Saw-whet owls breed in the EUP. They stop along the northern shore of Lake Huron in the fall during their southward migration, but they are mostly undetected by birders. Finding them is much easier in early October, the time when Ruby-crowned kinglets congregate along the northern shore. Numerous kinglets will fly back and forth continuously, landing on branches to their left and to their right, at a distance of anywhere from approximately 4 to 8 feet from the daytime roost of a Saw-whet owl. At the moment of landing on each branch each kinglet will make a distinctive clicking noise.

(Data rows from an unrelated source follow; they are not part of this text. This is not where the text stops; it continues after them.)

"""Re-judging a run log without re-flying it (sim.gate.judge, ``covey judge``).

The logs are flown with the fake (Keplerian, no JVM) truth of tests/conftest.py, except one
short real run (marked orekit). The checks are covey's own contract: judging the same arrays with
the same code gives the same numbers, and judging a log with a changed threshold gives what flying
with that threshold gives (common practice, no source).
"""

from __future__ import annotations

import json
import math

import h5py
import numpy as np
import pytest

from sim.cli.main import main
from sim.errors import LogFormatError, ScenarioError
from sim.gate.judge import JUDGE_KEYS, judge_log, rejudge
from sim.loop.run import run_scenario
from sim.scenario.reader import load_scenario

FAST = {"run.duration_s": 10800.0, "guidance.law": "hybrid_single",
        "deputies[0].deadline_s": 10800.0, "deputies[1].deadline_s": 10800.0}
"""The demo formation flown 3 h (two guidance cycles) with the fake truth: about a second."""


def _same(a, b) -> bool:
    """Two DeputyMetrics equal field by field (NaN equal to NaN)."""
    da, db = a.as_dict(), b.as_dict()
    if da.keys() != db.keys():
        return False
    for k in da:
        x, y = da[k], db[k]
        if isinstance(x, float) and isinstance(y, float) and math.isnan(x) and math.isnan(y):
            continue
        if isinstance(x, list):
            if not np.array_equal(np.asarray(x, float), np.asarray(y, float), equal_nan=True):
                return False
        elif x != y:
            return False
    return True


def fly(tmp_path, repo_root, name="run", **extra):
    cfg = load_scenario(repo_root / "scenarios/demo_formation.toml", {**FAST, **extra})
    s = run_scenario(cfg, tmp_path / f"{name}.h5")
    assert s.status == "ok", s.reason
    return s


@pytest.fixture(scope="module")
def flown(tmp_path_factory):
    """The demo formation flown once per module with the fake truth (RunSummary)."""
    import sim.loop.run
    from conftest import REPO, FakeTruthWorld, fake_truth_api

    with pytest.MonkeyPatch.context() as mp:
        api = fake_truth_api(type("World", (FakeTruthWorld,), {}))
        mp.setattr(sim.loop.run, "truth_backend", lambda: api)
        return fly(tmp_path_factory.mktemp("judge"), REPO)


@pytest.fixture
def s(flown, tmp_path):
    """A copy of the module's run log (tests may modify it): the RunSummary with its path."""
    import dataclasses
    import shutil

    p = tmp_path / "run.h5"
    shutil.copy(flown.path, p)
    return dataclasses.replace(flown, path=p)


def test_judge_without_overrides_equals_the_stored_metrics(s):
    j = rejudge(s.path)
    assert j.rejudged and [m.name for m in j.metrics] == ["beta", "gamma"]
    assert all(_same(a, b) for a, b in zip(j.metrics, s.metrics))
    assert all(_same(a, b) for a, b in zip(j.stored, s.metrics))  # stored == what the run judged


def test_judge_with_changed_thresholds_equals_flying_with_them(s, tmp_path, repo_root, fake_truth):
    base = s
    beta = base.metrics[0]
    # a radial/normal threshold above the flown minimum, a keep-out radius above the closest
    # approach (the fake truth does not stop on keep-out) and a wider tolerance box
    ov = {"events.min_rn_separation_m": beta.min_rn_separation_m + 1.0,
          "events.keep_out_radius_m": beta.min_distance_any_m + 1.0,
          "metrics.tolerance_m": 5000.0}
    judged = judge_log(base.path, ov)
    again = fly(tmp_path, repo_root, "flown", **ov).metrics
    assert all(_same(a, b) for a, b in zip(judged, again))
    assert judged[0].rn_separation_violated and judged[0].keep_out_violated
    assert not beta.rn_separation_violated and not beta.keep_out_violated
    assert math.isnan(beta.time_to_tolerance_s) and judged[0].time_to_tolerance_s == 0.0


def test_judge_with_another_target_and_deadline(s):
    # the fake truth keeps the initial mean ROE, so with the initial ROE as target the error is 0
    j = rejudge(s.path, {"deputies[0].target_roe_m": [0.0, 2000.0, 0.0, 100.0, 0.0, 100.0],
                         "deputies[1].deadline_s": 3600.0})
    beta, gamma = j.metrics
    assert beta.final_error_norm_m < 1e-6 and s.metrics[0].final_error_norm_m > 3000.0
    assert gamma.reached_deadline and any("target_roe_m" in n for n in j.notes)
    assert any("deadline_s" in n for n in j.notes)  # the caution: these keys steer guidance


def test_flight_keys_are_refused_with_the_allowed_keys(s):
    with pytest.raises(ScenarioError) as e:
        judge_log(s.path, {"guidance.law": "propulsion_only"})
    assert e.value.key == "guidance.law" and all(k in e.value.allowed for k in JUDGE_KEYS)
    with pytest.raises(ScenarioError, match="did you mean 'events.keep_out_radius_m'"):
        judge_log(s.path, {"events.keep_out_radius": 50.0})
    with pytest.raises(ScenarioError, match="2 deputies"):
        judge_log(s.path, {"deputies[2].deadline_s": 50.0})
    with pytest.raises(ScenarioError) as e:  # a bad value: the scenario reader's own message
        judge_log(s.path, {"events.keep_out_radius_m": -1.0})
    assert e.value.key == "events.keep_out_radius_m"


def test_older_log_is_judged_by_todays_code(s):
    with h5py.File(s.path, "r+") as f:  # make it look like a 1.0 log: attributes added later gone
        f.attrs["schema_version"] = "1.0"
        for k in ("truth_density_method", "truth_sampler", "truth_threads"):
            if k in f["spacecraft"].attrs:
                del f["spacecraft"].attrs[k]
        del f["metrics"]
    j = rejudge(s.path)
    assert j.rejudged and j.stored == [] and j.meta["schema_version"] == "1.0"
    assert all(_same(a, b) for a, b in zip(j.metrics, s.metrics))
    with h5py.File(s.path, "r+") as f:
        f.attrs["schema_version"] = "2.0"
    with pytest.raises(LogFormatError, match="not readable"):
        judge_log(s.path)


def test_log_without_scenario_text_falls_back_to_stored_metrics(s):
    with h5py.File(s.path, "r+") as f:
        del f["meta/scenario_toml"]
    with pytest.raises(LogFormatError, match="no scenario text"):
        judge_log(s.path)
    j = rejudge(s.path, fallback=True)
    assert not j.rejudged and "stored metrics are used" in j.notes[0]
    assert all(_same(a, b) for a, b in zip(j.metrics, s.metrics))


def test_cli_judge(s, tmp_path, capsys):
    capsys.readouterr()
    assert main(["judge", str(s.path)]) == 0
    out = capsys.readouterr().out
    assert "same as the metrics stored in the log" in out and "a dlambda err [m]" in out
    assert main(["judge", str(s.path), "--set", "events.min_rn_separation_m=1e6",
                 "--format", "json"]) == 0
    doc = json.loads(capsys.readouterr().out)
    assert [m["rn_separation_violated"] for m in doc["metrics"]] == [True, True]
    assert "beta.rn_separation_violated (False -> True)" in doc["notes"][-1]
    assert main(["judge", str(s.path), "--format", "csv"]) == 0
    lines = capsys.readouterr().out.strip().splitlines()
    assert lines[0].startswith("name,") and ",dv_total_mps," in lines[0] and len(lines) == 3
    # bad input: a flight key, a file that is not a log -> exit 2, one line
    assert main(["judge", str(s.path), "--set", "run.seed=3"]) == 2
    err = capsys.readouterr().err.strip().splitlines()
    assert len(err) == 1 and "run.seed" in err[0] and "events.keep_out_radius_m" in err[0]
    (tmp_path / "junk.h5").write_bytes(b"not hdf5")
    assert main(["judge", str(tmp_path / "junk.h5")]) == 2
    assert len(capsys.readouterr().err.strip().splitlines()) == 1


@pytest.mark.orekit
def test_real_run_judge_equals_flying_with_the_threshold(tmp_path, repo_root, monkeypatch):
    """The issue's check on a real (Orekit) run: 0.2 day of the ideal e/i pair, flown closed-loop,
    re-judged with three changed thresholds, equals the same flight flown with them."""
    monkeypatch.setenv("COVEY_TRUTH_THREADS", "1")
    ov0 = {"run.duration_days": 0.2}
    base = run_scenario(load_scenario(repo_root / "scenarios/ei_pair_ideal.toml", ov0),
                        tmp_path / "base.h5")
    assert base.status == "ok" and base.metrics
    m0 = base.metrics[0]
    ov = {"events.min_rn_separation_m": m0.min_rn_separation_m + 5.0,  # flag flips on
          "events.keep_out_radius_m": 0.5 * m0.min_distance_any_m,  # active, does not stop
          "metrics.tolerance_m": 1e5}  # inside the box from the start
    judged = judge_log(base.path, ov)
    flown = run_scenario(load_scenario(repo_root / "scenarios/ei_pair_ideal.toml", {**ov0, **ov}),
                         tmp_path / "flown.h5")
    assert flown.status == "ok"
    assert all(_same(a, b) for a, b in zip(judged, flown.metrics))
    assert judged[0].rn_separation_violated and not m0.rn_separation_violated
    assert judged[0].time_to_tolerance_s == 0.0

The resulting chaotic noise of many of them can be heard from quite a distance. I walk to that noise, if possible. The behavior of the kinglets will pinpoint the location of the owl, which is usually well concealed.

 

Natural bird feeder

Natural Bird Feeder

In early winter on a year when cone crops in Michigan were excellent White-winged Crossbills and Common Redpolls were abundant in the EUP. While walking down a snowy back road I saw a small flock of birds rise up and fly away from a little frozen creek at roadside. They went back after I passed, so I investigated. I found that a flock of White-winged crossbills and Common Redpolls were using their bills to scrape the ice and remove small seeds embedded in the top of the ice at that spot of the creek. It seemed that wind had previously blown small seeds from the surrounding forest into the creek and currents concentrated the floating seeds at that spot, and then the creek froze. Notice the Common Redpoll with its head under the tail of the male White-winged Crossbill.

 

Cape May warbler in maple blossoms

Male Cape Male Warbler in flowering maple

On a cold early May morning (about 35 degrees F) this warbler, which normally feeds exclusively on insects by the time it arrives on its breeding grounds in the northern spruce forests, reverted back to its habit of feeding on nectar, which it does during its winter in the tropics. There were no insects to be found that morning, after a frost the previous night.

 

Common merganser family

Female Common Merganser with chicks

This photo was taken along the shoreline of Caribou Lake, in Chippewa County of the EUP. I saw the family skirting the shoreline so I got into position a few hundred yards ahead of them, hiding behind a cedar. The ducklings usually follow behind the mother in the water, but they detected me and gathered as close to mom as possible while mom boldly guided them past me.

 

Bohemian Waxwing in crabapple

Bohemian Waxwing in Crabapple Tree

Some years Bohemian Waxwings arrive in the EUP in late fall or early winter. They often arrive in large flocks and feed on a variety of berries. A group of over 100 birds found this crabapple tree soon after this photo was taken, and within 2 days all of the berries were eaten.